According to Constance Brown-Riggs, MSEd, RD, CDE, CDN, author of "Eating Soulfully and Healthfully with Diabetes" (www.eatingsoulfully.com), diabetes is more manageable if these 10 tips are followed:
1. Buy more fresh fruits and vegetables. A diet rich in potassium may help to maintain healthy blood pressure. Bananas, cantaloupe, apricots, oranges, plantains, sweet potatoes, beet greens, white potatoes, tomato products, lima beans, and spinach are all rich in potassium.
2. Increase fiber by choosing whole grain breads and cereals. Eat at least three servings of whole-grain products per day. Brown rice, buckwheat, oatmeal, whole-wheat bread and, of course, corn bread are good sources of fiber.
3. Eat more poultry and fish. Try lean ground poultry instead of ground beef. Fish contain healthy oils, so choose fish frequently. Whiting and porgy are included -- but not deep fried.

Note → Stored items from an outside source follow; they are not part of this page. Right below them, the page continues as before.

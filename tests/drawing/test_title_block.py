"""The title block after ISO 7200: the data fields a drawing office expects, filled where Kinepoly
knows them (date of issue, sheet n/m, document type, file) and left blank to fill in where the
design file does not hold them; read back from the printed PDF with pdfplumber."""

import datetime
import os
import subprocess
import sys
from pathlib import Path

import pdfplumber

import kinematics
from kinematics.drawing import Ref, Text
from kinematics.drawing.layout import draw_sheet

SAMPLES = Path(__file__).resolve().parents[2] / "samples"
# ISO 7200:2004, data fields in title blocks: the identifying fields (legal owner, identification
# number, revision index, date of issue, segment/sheet number, title, document type), the
# descriptive and administrative ones (created by, approved by, document status).  # from memory
CAPTIONS = ("legal owner", "drawing number", "revision", "date of issue", "sheet", "created by", "approved by",
            "document type", "document status", "file")


def _block_texts(sheet) -> list:
    return [p.text for p in sheet.primitives if isinstance(p, Text) and p.ref == Ref("title block")]


def test_every_field_is_in_the_block_with_what_kinepoly_knows():
    mech = kinematics.load_mechanism(SAMPLES / "label-swing-arm.json")
    texts = _block_texts(draw_sheet(kinematics.construct(kinematics.solve(mech)), date="2026-12-04",
                                    file_name="label-swing-arm.json"))
    for caption in CAPTIONS:
        assert caption in texts, caption
    assert {"2026-12-04", "1/1", "construction", "label-swing-arm.json"} <= set(texts)
    assert not any("date 2026" in t for t in texts), "the date is said once, in its field"


def test_a_printed_pair_of_sheets_is_numbered_one_and_two_of_two(tmp_path):
    out = tmp_path / "pair.pdf"
    done = subprocess.run([sys.executable, "-m", "app.main", "print", str(SAMPLES / "cap-press-feeder.json"),
                           "--forces", "-o", str(out)], capture_output=True, text=True,
                          env={**os.environ, "QT_QPA_PLATFORM": "offscreen"}, timeout=120)
    assert done.returncode == 0, done.stderr
    today = datetime.date.today().isoformat()
    with pdfplumber.open(out) as pdf:
        pages = [page.extract_text() for page in pdf.pages]
    assert len(pages) == 2
    for text, (number, kind) in zip(pages, (("1/2", "construction"), ("2/2", "force polygon")), strict=True):
        words = text.split("\n")
        assert any(number in line for line in words) and any(today in line for line in words)
        assert kind in text and "legal owner" in text and "approved by" in text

4. Remove skin and fat from poultry and meats before cooking. Avoid high cooking temperatures or searing meat. High heat locks in the fat.

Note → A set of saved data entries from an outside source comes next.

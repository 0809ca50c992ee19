"""Which forces are unknown and which balances hold them: the shape of the Newton-Euler system.

Bodies in balance: every moving link (force x, force y, moment: three rows) and every pin or
block element (force x, force y: two rows). An element stands at a moving point that carries
a slide, joins three or more links, or joins two links and carries a point mass or a load on
its pin; at a fixed point the pin is part of the frame; elsewhere two links are pinned to each
other directly. Unknowns: a force pair for each link at each joint, one normal force per
slide, the drive torque.

The layout depends on names only (links, slides, ground, which points carry masses or pin
loads), so a drag, which makes a new Mechanism every frame, finds it in a cache.
"""

from __future__ import annotations

from dataclasses import dataclass
from functools import lru_cache

from ..errors import ForcesUndetermined
from ..model.mechanism import Mechanism

FRAME = "ground"


@dataclass(frozen=True)
class Pair:
    """A force pair (two unknown columns from ``column``) and where it acts.

    ``on`` lists (body, sign, point): body is ("link", k) or ("element", e); sign +1 where the
    unknown is the force on that body. ``reported`` lists (point, link, sign) for ``joints``;
    ``frame`` is the fixed point where the frame receives −(the unknown), or None."""

    column: int
    on: tuple
    reported: tuple
    frame: str | None


@dataclass(frozen=True)
class SlideUnknown:
    """A slide's normal force (one column): on its block (element ``element``, or the frame at a
    fixed point) along the guide line's left normal, and its opposite on the guide link ``guide``
    (None for a ground guide, whose frame receives it)."""

    name: str
    column: int
    point: str
    line: tuple
    element: int | None
    guide: int | None


@dataclass(frozen=True)
class Layout:
    """Rows: link k has 3k, 3k + 1 (forces) and 3k + 2 (moment); element e has
    3·len(links) + 2e and + 1. Columns: ``pairs``, then ``slides``, then the drive torque."""

    points: tuple
    links: tuple
    fixed: frozenset
    elements: tuple  # the points that carry an element, in point order
    pairs: tuple
    slides: tuple
    driver: int
    torque_column: int
    size: int

    def element_row(self, e: int) -> int:
        """The first of element ``e``'s two force rows."""
        return 3 * len(self.links) + 2 * e


def layout(mechanism: Mechanism) -> Layout:
    """The Newton-Euler layout of ``mechanism`` (with its mass data), from the cache."""
    data = mechanism.mass_data
    massive = tuple(sorted(p for p, m in data.point_masses.items() if m.mass_kg > 0)) if data else ()
    pin_loads = tuple(sorted(ld.point for ld in data.loads.values() if ld.point and not ld.link)) if data else ()
    slides = tuple((s.name, s.point, s.guide, tuple(s.line)) for s in mechanism.slides.values())
    return _layout(tuple(mechanism.points), tuple(mechanism.links.items()), tuple(mechanism.ground), slides,
                   mechanism.driver.link, frozenset(massive + pin_loads))


@lru_cache(maxsize=64)
def _layout(points, link_items, ground, slides, driver, carried) -> Layout:
    links = tuple(name for name, _ in link_items)
    link_index = {name: k for k, name in enumerate(links)}
    holders = {p: [] for p in points}
    for name, pts in link_items:
        for p in dict.fromkeys(pts):
            holders[p].append(name)
    slid = {point for _, point, _, _ in slides}
    fixed = set(ground)

    def has_element(p):
        count = len(holders[p])
        return p not in fixed and (p in slid or count >= 3 or (count == 2 and p in carried))

    elements = tuple(p for p in points if has_element(p))
    element_index = {p: e for e, p in enumerate(elements)}
    pairs, column = [], 0
    for p in points:
        at = holders[p]
        if p in fixed:
            for link in at:
                pairs.append(Pair(column, ((("link", link_index[link]), 1.0, p),), ((p, link, 1.0),), p))
                column += 2
        elif p in element_index:
            e = element_index[p]
            for link in at:
                pairs.append(Pair(column, ((("link", link_index[link]), 1.0, p), (("element", e), -1.0, p)),
                                  ((p, link, 1.0),), None))
                column += 2
        elif len(at) == 2:
            first, second = at
            pairs.append(Pair(column, ((("link", link_index[first]), 1.0, p), (("link", link_index[second]), -1.0, p)),
                              ((p, first, 1.0), (p, second, -1.0)), None))
            column += 2
    unknown_slides = []
    for name, point, guide, line in slides:
        unknown_slides.append(SlideUnknown(name, column, point, line, element_index.get(point),
                                           None if guide == FRAME else link_index[guide]))
        column += 1
    rows = 3 * len(links) + 2 * len(elements)
    size = column + 1
    if size != rows:
        raise ForcesUndetermined(f"the joint forces are not determined by statics: {size} unknown force and torque "
                              f"components against {rows} balance equations", "joints")
    return Layout(points=points, links=links, fixed=frozenset(fixed), elements=elements, pairs=tuple(pairs),
                  slides=tuple(unknown_slides),
                  driver=link_index[driver], torque_column=column, size=size)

5. Use low fat cooking methods. Broil, bake, stir fry or grill food instead of frying. When eating out, avoid foods described as buttery, batter dipped, crispy, with gravy or with cheese sauce.
6. Get rid of the salt pork. Try seasoning greens with smoked turkey, low-salt chicken or vegetable stock instead of salt pork.
7. Use less salt, more pepper, herbs and seasoning. Eating less salt helps control high blood pressure. Read the nutrition facts label and choose foods with less than 5 percent daily value for sodium.
8. Slow down and chew. Eating slowly can actually help you eat less and lose weight. Put your knife and fork down between each bite and chew your food at least 20 times before swallowing.
9. Eat the correct amount of food. Not weighing and measuring your food? Try the plate method. Make 1/4 of your plate starch, 1/4 of your plate meat or protein and fill the other half with vegetables.
10. Take time to look at what you're eating. Notice the colors, textures and aroma of the food. How does this food fit into your meal plan? Notice the portions. Think about how hungry you are. Decide how much you really need, and enjoy.